» **WHAT THE EXERCISE ASKS**: Reproduce all of the data, making sure that no line differs from the original.

» **DATA SHOWN**:
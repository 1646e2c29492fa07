import { civil, type Day, dayOf, isCivilDate } from "../data/day.ts";
import { InputError } from "../errors.ts";

const FIELD = /yyyy|MM|dd|DDD|D|M|d/g;
const DIGITS: Readonly<Record<string, string>> = {
  yyyy: "(?<year>\\d{4})",
  MM: "(?<month>\\d{2})",
  M: "(?<month>\\d{1,2})",
  dd: "(?<day>\\d{2})",
  d: "(?<day>\\d{1,2})",
  DDD: "(?<yearday>\\d{3})",
  D: "(?<yearday>\\d{1,3})",
};

/**
 * A reader of civil dates by a Unicode pattern of yyyy, MM or M, dd or d (or D, the day of the year) and separators,
 * e.g. `dd.MM.yyyy`. The reader gives NaN for text that is not a date of the calendar in just this form.
 * Throws `study.date-format` for a pattern that does not name year, month and day, or year and D, once each.
 */
export function dayReader(format: string, cell: string): (text: string) => Day {
  const fields = format.match(FIELD) ?? [];
  const letters = fields
    .map((one) => one[0])
    .sort()
    .join("");
  if (!["Mdy", "Dy"].includes(letters) || /[A-Za-z]/.test(format.replace(FIELD, "")))
    throw new InputError({
      name: "study.date-format",
      expected:
        "a date pattern with yyyy, MM and dd (or D, the day of the year), e.g. yyyy-MM-dd or dd.MM.yyyy",
      found: JSON.stringify(format),
      where: { cell },
      remedy: "write the pattern as the dates in the file are written; letters are case-sensitive",
    });
  const source = format
    .split(/(yyyy|MM|dd|DDD|D|M|d)/)
    .map((part) => DIGITS[part] ?? part.replace(/[.*+?^${}()|[\]\\/-]/g, "\\$&"))
    .join("");
  const pattern = new RegExp(`^${source}$`);
  return (text) => {
    const groups = pattern.exec(text)?.groups;
    if (groups === undefined) return Number.NaN;
    const year = Number(groups.year);
    if (groups.yearday !== undefined) {
      const day = dayOf(year, 1, 1) + Number(groups.yearday) - 1;
      return civil(day).year === year ? day : Number.NaN;
    }
    const [month, day] = [Number(groups.month), Number(groups.day)];
    return isCivilDate(year, month, day) ? dayOf(year, month, day) : Number.NaN;
  };
}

» **SOLUTION TO THE EXERCISE**:
repository 1646e2c29492fa07
import { civil, type Day, dayOf, isCivilDate } from "../data/day.ts";
import { InputError } from "../errors.ts";

const FIELD = /yyyy|MM|dd|DDD|D|M|d/g;
const DIGITS: Readonly<Record<string, string>> = {
  yyyy: "(?<year>\\d{4})",
  MM: "(?<month>\\d{2})",
  M: "(?<month>\\d{1,2})",
  dd: "(?<day>\\d{2})",
  d: "(?<day>\\d{1,2})",
  DDD: "(?<yearday>\\d{3})",
  D: "(?<yearday>\\d{1,3})",
};

/**
 * A reader of civil dates by a Unicode pattern of yyyy, MM or M, dd or d (or D, the day of the year) and separators,
 * e.g. `dd.MM.yyyy`. The reader gives NaN for text that is not a date of the calendar in just this form.
 * Throws `study.date-format` for a pattern that does not name year, month and day, or year and D, once each.
 */
export function dayReader(format: string, cell: string): (text: string) => Day {
  const fields = format.match(FIELD) ?? [];
  const letters = fields
    .map((one) => one[0])
    .sort()
    .join("");
  if (!["Mdy", "Dy"].includes(letters) || /[A-Za-z]/.test(format.replace(FIELD, "")))
    throw new InputError({
      name: "study.date-format",
      expected:
        "a date pattern with yyyy, MM and dd (or D, the day of the year), e.g. yyyy-MM-dd or dd.MM.yyyy",
      found: JSON.stringify(format),
      where: { cell },
      remedy: "write the pattern as the dates in the file are written; letters are case-sensitive",
    });
  const source = format
    .split(/(yyyy|MM|dd|DDD|D|M|d)/)
    .map((part) => DIGITS[part] ?? part.replace(/[.*+?^${}()|[\]\\/-]/g, "\\$&"))
    .join("");
  const pattern = new RegExp(`^${source}$`);
  return (text) => {
    const groups = pattern.exec(text)?.groups;
    if (groups === undefined) return Number.NaN;
    const year = Number(groups.year);
    if (groups.yearday !== undefined) {
      const day = dayOf(year, 1, 1) + Number(groups.yearday) - 1;
      return civil(day).year === year ? day : Number.NaN;
    }
    const [month, day] = [Number(groups.month), Number(groups.day)];
    return isCivilDate(year, month, day) ? dayOf(year, month, day) : Number.NaN;
  };
}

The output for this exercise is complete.